=== RECORD SET ===
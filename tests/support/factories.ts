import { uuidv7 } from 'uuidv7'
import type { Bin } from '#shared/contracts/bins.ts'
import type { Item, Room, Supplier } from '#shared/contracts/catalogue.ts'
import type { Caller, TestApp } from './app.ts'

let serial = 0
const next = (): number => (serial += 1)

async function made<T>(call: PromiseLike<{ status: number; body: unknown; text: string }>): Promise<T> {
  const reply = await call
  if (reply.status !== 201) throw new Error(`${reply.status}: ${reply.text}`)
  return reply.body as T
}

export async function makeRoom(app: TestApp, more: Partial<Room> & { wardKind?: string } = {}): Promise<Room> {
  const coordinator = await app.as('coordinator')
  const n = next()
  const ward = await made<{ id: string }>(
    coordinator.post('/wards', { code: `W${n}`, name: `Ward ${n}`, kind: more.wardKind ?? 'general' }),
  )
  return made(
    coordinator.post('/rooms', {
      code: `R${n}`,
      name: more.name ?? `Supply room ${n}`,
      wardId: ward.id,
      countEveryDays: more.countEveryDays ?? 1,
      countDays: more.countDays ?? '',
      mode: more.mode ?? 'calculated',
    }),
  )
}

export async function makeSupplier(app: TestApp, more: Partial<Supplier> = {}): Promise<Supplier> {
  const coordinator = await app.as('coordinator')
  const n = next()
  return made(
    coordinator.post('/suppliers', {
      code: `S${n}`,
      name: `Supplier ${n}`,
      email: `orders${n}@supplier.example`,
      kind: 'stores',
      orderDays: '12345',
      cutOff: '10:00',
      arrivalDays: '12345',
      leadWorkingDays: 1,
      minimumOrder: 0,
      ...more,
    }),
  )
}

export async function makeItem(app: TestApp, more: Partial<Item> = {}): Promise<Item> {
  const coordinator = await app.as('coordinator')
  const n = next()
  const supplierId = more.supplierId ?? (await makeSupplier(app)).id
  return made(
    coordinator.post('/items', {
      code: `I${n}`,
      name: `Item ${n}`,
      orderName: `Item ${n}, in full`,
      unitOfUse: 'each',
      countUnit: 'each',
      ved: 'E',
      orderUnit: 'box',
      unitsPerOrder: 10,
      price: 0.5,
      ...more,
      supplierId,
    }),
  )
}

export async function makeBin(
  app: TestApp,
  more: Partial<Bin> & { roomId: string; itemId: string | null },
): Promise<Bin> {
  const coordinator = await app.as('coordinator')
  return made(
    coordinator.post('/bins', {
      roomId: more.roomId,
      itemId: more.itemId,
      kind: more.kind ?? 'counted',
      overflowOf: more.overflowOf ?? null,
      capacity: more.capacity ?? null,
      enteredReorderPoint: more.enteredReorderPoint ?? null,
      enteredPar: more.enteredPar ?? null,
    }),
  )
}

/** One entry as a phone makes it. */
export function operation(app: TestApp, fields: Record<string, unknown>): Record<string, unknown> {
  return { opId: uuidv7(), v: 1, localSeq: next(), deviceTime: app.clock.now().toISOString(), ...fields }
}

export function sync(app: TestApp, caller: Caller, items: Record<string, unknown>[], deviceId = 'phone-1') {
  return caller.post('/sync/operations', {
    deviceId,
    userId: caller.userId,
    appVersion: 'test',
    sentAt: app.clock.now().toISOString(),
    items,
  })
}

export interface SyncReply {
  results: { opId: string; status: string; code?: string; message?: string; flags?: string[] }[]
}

--

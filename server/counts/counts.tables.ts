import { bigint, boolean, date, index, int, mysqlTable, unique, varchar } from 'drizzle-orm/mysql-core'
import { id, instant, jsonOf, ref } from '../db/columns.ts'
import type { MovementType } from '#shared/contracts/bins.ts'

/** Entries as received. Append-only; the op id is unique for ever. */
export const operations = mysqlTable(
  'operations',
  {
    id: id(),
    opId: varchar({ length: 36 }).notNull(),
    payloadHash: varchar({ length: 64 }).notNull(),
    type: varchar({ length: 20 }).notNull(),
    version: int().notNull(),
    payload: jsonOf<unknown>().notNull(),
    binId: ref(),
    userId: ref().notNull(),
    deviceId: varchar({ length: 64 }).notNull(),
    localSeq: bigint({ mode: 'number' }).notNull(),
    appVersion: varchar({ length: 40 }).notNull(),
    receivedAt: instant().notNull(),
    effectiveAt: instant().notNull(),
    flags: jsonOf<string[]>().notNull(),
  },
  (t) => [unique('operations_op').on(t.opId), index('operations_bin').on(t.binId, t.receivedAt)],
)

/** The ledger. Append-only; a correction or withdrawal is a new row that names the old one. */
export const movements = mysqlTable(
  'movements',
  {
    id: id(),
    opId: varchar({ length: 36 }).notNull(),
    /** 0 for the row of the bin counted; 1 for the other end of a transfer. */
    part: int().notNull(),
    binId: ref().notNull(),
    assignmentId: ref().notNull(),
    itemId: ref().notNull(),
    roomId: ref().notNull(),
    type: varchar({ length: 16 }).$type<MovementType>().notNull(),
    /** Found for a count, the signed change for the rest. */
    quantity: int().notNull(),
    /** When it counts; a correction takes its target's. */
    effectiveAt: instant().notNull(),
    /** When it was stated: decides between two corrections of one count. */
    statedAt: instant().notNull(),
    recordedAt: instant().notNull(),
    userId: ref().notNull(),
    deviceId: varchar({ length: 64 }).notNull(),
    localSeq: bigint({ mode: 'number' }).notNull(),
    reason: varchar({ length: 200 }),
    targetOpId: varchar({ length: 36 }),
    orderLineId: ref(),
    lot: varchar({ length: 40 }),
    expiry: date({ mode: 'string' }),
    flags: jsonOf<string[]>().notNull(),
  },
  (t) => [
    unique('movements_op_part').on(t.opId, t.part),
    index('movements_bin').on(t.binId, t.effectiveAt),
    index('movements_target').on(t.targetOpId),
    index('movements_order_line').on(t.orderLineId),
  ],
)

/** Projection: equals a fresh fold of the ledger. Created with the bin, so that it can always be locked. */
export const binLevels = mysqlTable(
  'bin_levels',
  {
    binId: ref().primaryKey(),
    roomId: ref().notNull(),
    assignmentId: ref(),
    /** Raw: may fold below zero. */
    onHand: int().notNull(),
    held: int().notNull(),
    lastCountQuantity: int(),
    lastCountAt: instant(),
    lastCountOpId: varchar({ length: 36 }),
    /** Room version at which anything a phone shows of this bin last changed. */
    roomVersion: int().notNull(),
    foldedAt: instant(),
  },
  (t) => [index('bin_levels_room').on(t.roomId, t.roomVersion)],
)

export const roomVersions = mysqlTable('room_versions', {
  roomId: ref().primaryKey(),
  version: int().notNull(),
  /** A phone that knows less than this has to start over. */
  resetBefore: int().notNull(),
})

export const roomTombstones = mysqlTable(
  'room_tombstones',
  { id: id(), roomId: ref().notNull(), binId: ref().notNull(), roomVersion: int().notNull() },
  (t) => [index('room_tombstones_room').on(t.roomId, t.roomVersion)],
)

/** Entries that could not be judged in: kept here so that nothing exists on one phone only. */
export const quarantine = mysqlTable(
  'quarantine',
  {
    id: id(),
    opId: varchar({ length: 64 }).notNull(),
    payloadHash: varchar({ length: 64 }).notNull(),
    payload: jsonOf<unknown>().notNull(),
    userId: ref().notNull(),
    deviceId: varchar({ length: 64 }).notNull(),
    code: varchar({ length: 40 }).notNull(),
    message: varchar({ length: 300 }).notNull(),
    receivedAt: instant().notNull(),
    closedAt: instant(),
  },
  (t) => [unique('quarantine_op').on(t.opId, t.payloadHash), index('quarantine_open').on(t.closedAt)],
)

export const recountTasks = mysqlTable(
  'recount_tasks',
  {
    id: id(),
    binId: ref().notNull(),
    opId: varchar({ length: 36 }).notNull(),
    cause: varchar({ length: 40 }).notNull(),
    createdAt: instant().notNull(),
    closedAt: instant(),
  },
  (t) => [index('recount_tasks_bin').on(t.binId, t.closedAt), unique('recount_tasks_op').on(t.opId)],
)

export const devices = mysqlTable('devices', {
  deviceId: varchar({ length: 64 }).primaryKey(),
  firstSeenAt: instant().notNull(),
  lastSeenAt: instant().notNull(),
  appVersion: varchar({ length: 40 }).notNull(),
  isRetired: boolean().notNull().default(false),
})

=== TASK STATEMENT ===
All that should be written out is the stretch of lines above between the one holding "kind: more.kind ??" and the one holding "unknown>): Record<string, unknown>", inclusive, exactly as given.

=== SOLUTION TO THIS TASK ===
      kind: more.kind ?? 'counted',
      overflowOf: more.overflowOf ?? null,
      capacity: more.capacity ?? null,
      enteredReorderPoint: more.enteredReorderPoint ?? null,
      enteredPar: more.enteredPar ?? null,
    }),
  )
}

/** One entry as a phone makes it. */
export function operation(app: TestApp, fields: Record<string, unknown>): Record<string, unknown> {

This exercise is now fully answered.